The US Federal Reserve cut its benchmark interest rate by 0.75 points to 2.25 per cent on Tuesday, the latest of a series of dramatic attempts to boost the sagging US economy and temper volatility in global financial markets.
"Recent information indicates that the outlook for economic activity has weakened further," the Fed said in a statement explaining its decision. "Growth in consumer spending has slowed and labour markets have softened."
The US central bank has now lowered the federal funds by a total of two percent since the beginning of the year. Some analysts had predicted the Fed might cut interest rates by as much as one percent Tuesday.
The Federal Open Market Committee voted 8-2 in favour of the rate cut. Two members "preferred less aggressive action," the Fed said.
The Fed also slashed its discount lending rate to banks by 0.75 points to 2.5 percent, after already cutting it by 0.25 percent in a rare emergency meeting Sunday. The Fed over the weekend also opened up this special avenue for lending to struggling investment banks, instead of only to commercial banks as has been the case in the past.
The Fed has taken a series of unprecedented moves over the past week in a bid to shore up investment banks battered by an ongoing credit crisis caused by a record number of home foreclosures over the last half-year.
Banks have reported billions of dollars in writedowns as the value of mortgage-backed securities declined sharply. The Fed on Sunday sanctioned the sale of Bear Stearns to JPMorgan Chase for $240 million - a fraction of its value - to prevent the fifth- largest US investment bank from folding.
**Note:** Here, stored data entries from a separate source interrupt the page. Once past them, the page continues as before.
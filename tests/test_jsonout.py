"""The fast JSON writer gives the reference writer's text byte for byte.

:func:`enumerator.render.jsonout.dumps` writes the document in one pass,
using the standard library's C encoder for containers of scalars and
remembering the text of repeated ones; :func:`dumps_reference` is the
standard library's indenting encoder followed by the flattening of number
lists, the writer every stored output was made with.  The property: any
JSON-able document gives the same text from both (``json`` module
semantics, Python documentation; the cases below are common practice for
encoders: types that compare equal but print differently, signed zeros,
non-finite floats, non-string keys, brackets inside strings).
"""

from __future__ import annotations

import math

import pytest
from hypothesis import given, settings
from hypothesis import strategies as st

from enumerator.render.jsonout import dumps, dumps_reference

SCALARS = (
    st.none()
    | st.booleans()
    | st.integers(min_value=-(10**20), max_value=10**20)
    | st.floats(allow_nan=True, allow_infinity=True)
    | st.sampled_from([0.0, -0.0, 1.0, 1, True, 1e-05, 1e16, -2.5])
    | st.text(max_size=8)
    | st.sampled_from(["[1,  2]", "[ -0.5 ,1e+3 ]", "x [1]", "é", "\n[2,\n3]"])
)
KEYS = st.text(max_size=5) | st.sampled_from(["[1,  2]", "a"]) | st.integers(-3, 3) | st.booleans() | st.none()
DOCS = st.recursive(
    SCALARS,
    lambda inner: st.lists(inner, max_size=5) | st.tuples(inner, inner) | st.dictionaries(KEYS, inner, max_size=5),
    max_leaves=40,
)


@settings(max_examples=400, deadline=None, derandomize=True)  # the same draws every run (reproducible CI)
@given(DOCS)
def test_any_document_is_written_as_the_reference_writes_it(doc):
    assert dumps(doc) == dumps_reference(doc)


@pytest.mark.parametrize(
    "doc",
    [
        # equal keys, different text: the memo must keep them apart
        [{"x": 1}, {"x": 1.0}, {"x": True}, {"x": 0.0}, {"x": -0.0}],
        [{"p": [0.0, 1.0]}, {"p": [-0.0, 1.0]}, {"p": [0, 1]}, {"p": [0.0, 1]}],
        [[1, 2], [1.0, 2.0], [True, 2], ["a", 1], ["a", 1.0]],
        {"p": [math.nan, 1.0], "q": [math.inf], "r": {"s": -math.inf}},
        {"a": [], "b": {}, "c": [[]], "d": [{}], "e": ()},
        {2: "int key", 1.5: "float key", None: "none key", True: "bool key"},
        {"sites": [{"position": [0.0, -0.525731, 0.850651], "ligand": "a", "unit": 1}] * 3},
    ],
)
def test_edge_documents(doc):
    assert dumps(doc) == dumps_reference(doc)


def test_an_unknown_type_is_refused_as_json_refuses_it():
    with pytest.raises(TypeError):
        dumps({"x": {1, 2}})
    with pytest.raises(TypeError):
        dumps_reference({"x": {1, 2}})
Bear Stearns' downfall caused a sharp drop in stock indices around the world Monday amid fears that other banks could be in a similar position.
Cautious relief was the market mood Tuesday after quarterly reports by Goldman Sachs and Lehman Brothers showed the two investment banks had been less affected by the credit crisis than anticipated. Both remained in the black despite a sharp drop in profits.
Financial stocks led a rally on Wall Street Tuesday as the quarterly reports and Fed rate cuts appeared to boost investors' confidence. Morgan Stanley will post its quarterly earnings Wednesday.
But the credit crisis has also filtered into other sectors of the US economy, and the Fed made clear that its moves over the week were designed to promote stronger growth as well as boost market liquidity.
The Fed acknowledged that inflation has been "elevated" but predicted that it would "moderate in coming quarters" as rising energy and other commodity prices began to level out.
"Downside risks to growth remain," the Fed said, adding that it would "act in a timely manner as needed to promote sustainable economic growth and price stability."
President George W. Bush has reiterated that the economy remained solid in the long run, and that the government had addressed slow growth and market volatility in the short-term.
"Our financial markets have also been subjected to stress," Bush said during a speech on trade in Florida Tuesday. "The Federal Reserve and the Treasury acted swiftly to promote stability in our financial markets at a crucial time. It was action that was necessary."
Growth slowed to an annualized 0.6 per cent in the last quarter of 2007, and many economists believe the US has since entered a new recession.